• Saved entries:

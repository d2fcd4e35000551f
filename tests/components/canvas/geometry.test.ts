import { describe, expect, it } from 'vitest';
import {
  centreOn,
  fitView,
  panBy,
  SCALE_MAX,
  toImage,
  toScreen,
  zoomAt,
  type ViewBox,
} from '@/components/canvas/view-box';
import { expectWithin } from '@/tests/helpers/expect-within';
import { createRandom } from '@/tracking/random';

const image = { width: 640, height: 512 };
const well = { width: 856, height: 404 };

const corners = (view: ViewBox) => [
  toScreen(view, { x: -0.5, y: -0.5 }),
  toScreen(view, { x: image.width - 0.5, y: image.height - 0.5 }),
];

describe('how an image lies in a well', () => {
  it('shows the whole image in the middle when it fits', () => {
    const [topLeft, bottomRight] = corners(fitView(image, well));
    expectWithin(topLeft.y, 0, { abs: 1e-9 });
    expectWithin(bottomRight.y, well.height, { abs: 1e-9 });
    expectWithin(topLeft.x, well.width - bottomRight.x, { abs: 1e-9 });
  });

  it('keeps the place under the pointer while zooming, wherever the pointer is', () => {
    const { uniform } = createRandom(3);
    let view = fitView(image, well);
    for (let k = 0; k < 200; k += 1) {
      const at = toScreen(view, { x: uniform() * image.width, y: uniform() * image.height });
      if (at.x < 0 || at.y < 0 || at.x > well.width || at.y > well.height) continue;
      const before = toImage(view, at);
      // Zooming in never meets the rule that keeps the image inside the well.
      view = zoomAt(view, 1 + uniform() * 0.05, at, image, well);
      const after = toImage(view, at);
      expectWithin(after.x, before.x, { abs: 1e-6 });
      expectWithin(after.y, before.y, { abs: 1e-6 });
    }
  });

  it('never enlarges a camera pixel beyond the limit', () => {
    let view = fitView(image, well);
    for (let k = 0; k < 100; k += 1) view = zoomAt(view, 2, { x: 400, y: 200 }, image, well);
    expect(view.scale).toBe(SCALE_MAX);
  });

  it('keeps a part of the image in the well however far it is dragged', () => {
    const { uniform } = createRandom(4);
    for (let k = 0; k < 100; k += 1) {
      let view = zoomAt(fitView(image, well), 0.3 + uniform() * 20, { x: 300, y: 100 }, image, well);
      view = panBy(view, (uniform() - 0.5) * 1e5, (uniform() - 0.5) * 1e5, image, well);
      const [topLeft, bottomRight] = corners(view);
      expect(topLeft.x).toBeLessThan(well.width);
      expect(topLeft.y).toBeLessThan(well.height);
      expect(bottomRight.x).toBeGreaterThan(0);
      expect(bottomRight.y).toBeGreaterThan(0);
    }
  });

  it('brings a place into the middle', () => {
    const view = centreOn(
      zoomAt(fitView(image, well), 8, { x: 0, y: 0 }, image, well),
      { x: 300, y: 200 },
      image,
      well,
    );
    const at = toScreen(view, { x: 300, y: 200 });
    expectWithin(at.x, well.width / 2, { abs: 1e-9 });
    expectWithin(at.y, well.height / 2, { abs: 1e-9 });
  });
});
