import { column } from './define-column';

export const populationName = column('population', 'text', '', 'trapped, free, undecided, or all.');
export const lag = column('lag_s', 'float64', 's', 'Time between the two positions.');
/** For tables of several quantities. */
export const valueUnit = column('unit', 'text', '', 'Unit of value, low and high.');
export const value = column('value', 'float64', 'as in column unit', 'The value.');
export const intervalLow = column('low', 'float64', 'as in column unit', 'Lower end of its 95 % interval.');
export const intervalHigh = column('high', 'float64', 'as in column unit', 'Upper end of its 95 % interval.');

• What the task asks:
Nothing should be left out: return all of the records exactly.

• Task output:
repository d2fcd4e35000551f
filename tests/components/canvas/geometry.test.ts
import { describe, expect, it } from 'vitest';
import {
  centreOn,
  fitView,
  panBy,
  SCALE_MAX,
  toImage,
  toScreen,
  zoomAt,
  type ViewBox,
} from '@/components/canvas/view-box';
import { expectWithin } from '@/tests/helpers/expect-within';
import { createRandom } from '@/tracking/random';

const image = { width: 640, height: 512 };
const well = { width: 856, height: 404 };

const corners = (view: ViewBox) => [
  toScreen(view, { x: -0.5, y: -0.5 }),
  toScreen(view, { x: image.width - 0.5, y: image.height - 0.5 }),
];

describe('how an image lies in a well', () => {
  it('shows the whole image in the middle when it fits', () => {
    const [topLeft, bottomRight] = corners(fitView(image, well));
    expectWithin(topLeft.y, 0, { abs: 1e-9 });
    expectWithin(bottomRight.y, well.height, { abs: 1e-9 });
    expectWithin(topLeft.x, well.width - bottomRight.x, { abs: 1e-9 });
  });

  it('keeps the place under the pointer while zooming, wherever the pointer is', () => {
    const { uniform } = createRandom(3);
    let view = fitView(image, well);
    for (let k = 0; k < 200; k += 1) {
      const at = toScreen(view, { x: uniform() * image.width, y: uniform() * image.height });
      if (at.x < 0 || at.y < 0 || at.x > well.width || at.y > well.height) continue;
      const before = toImage(view, at);
      // Zooming in never meets the rule that keeps the image inside the well.
      view = zoomAt(view, 1 + uniform() * 0.05, at, image, well);
      const after = toImage(view, at);
      expectWithin(after.x, before.x, { abs: 1e-6 });
      expectWithin(after.y, before.y, { abs: 1e-6 });
    }
  });

  it('never enlarges a camera pixel beyond the limit', () => {
    let view = fitView(image, well);
    for (let k = 0; k < 100; k += 1) view = zoomAt(view, 2, { x: 400, y: 200 }, image, well);
    expect(view.scale).toBe(SCALE_MAX);
  });

  it('keeps a part of the image in the well however far it is dragged', () => {
    const { uniform } = createRandom(4);
    for (let k = 0; k < 100; k += 1) {
      let view = zoomAt(fitView(image, well), 0.3 + uniform() * 20, { x: 300, y: 100 }, image, well);
      view = panBy(view, (uniform() - 0.5) * 1e5, (uniform() - 0.5) * 1e5, image, well);
      const [topLeft, bottomRight] = corners(view);
      expect(topLeft.x).toBeLessThan(well.width);
      expect(topLeft.y).toBeLessThan(well.height);
      expect(bottomRight.x).toBeGreaterThan(0);
      expect(bottomRight.y).toBeGreaterThan(0);
    }
  });

  it('brings a place into the middle', () => {
    const view = centreOn(
      zoomAt(fitView(image, well), 8, { x: 0, y: 0 }, image, well),
      { x: 300, y: 200 },
      image,
      well,
    );
    const at = toScreen(view, { x: 300, y: 200 });
    expectWithin(at.x, well.width / 2, { abs: 1e-9 });
    expectWithin(at.y, well.height / 2, { abs: 1e-9 });
  });
});
import { column } from './define-column';

export const populationName = column('population', 'text', '', 'trapped, free, undecided, or all.');
export const lag = column('lag_s', 'float64', 's', 'Time between the two positions.');
/** For tables of several quantities. */
export const valueUnit = column('unit', 'text', '', 'Unit of value, low and high.');
export const value = column('value', 'float64', 'as in column unit', 'The value.');
export const intervalLow = column('low', 'float64', 'as in column unit', 'Lower end of its 95 % interval.');
export const intervalHigh = column('high', 'float64', 'as in column unit', 'Upper end of its 95 % interval.');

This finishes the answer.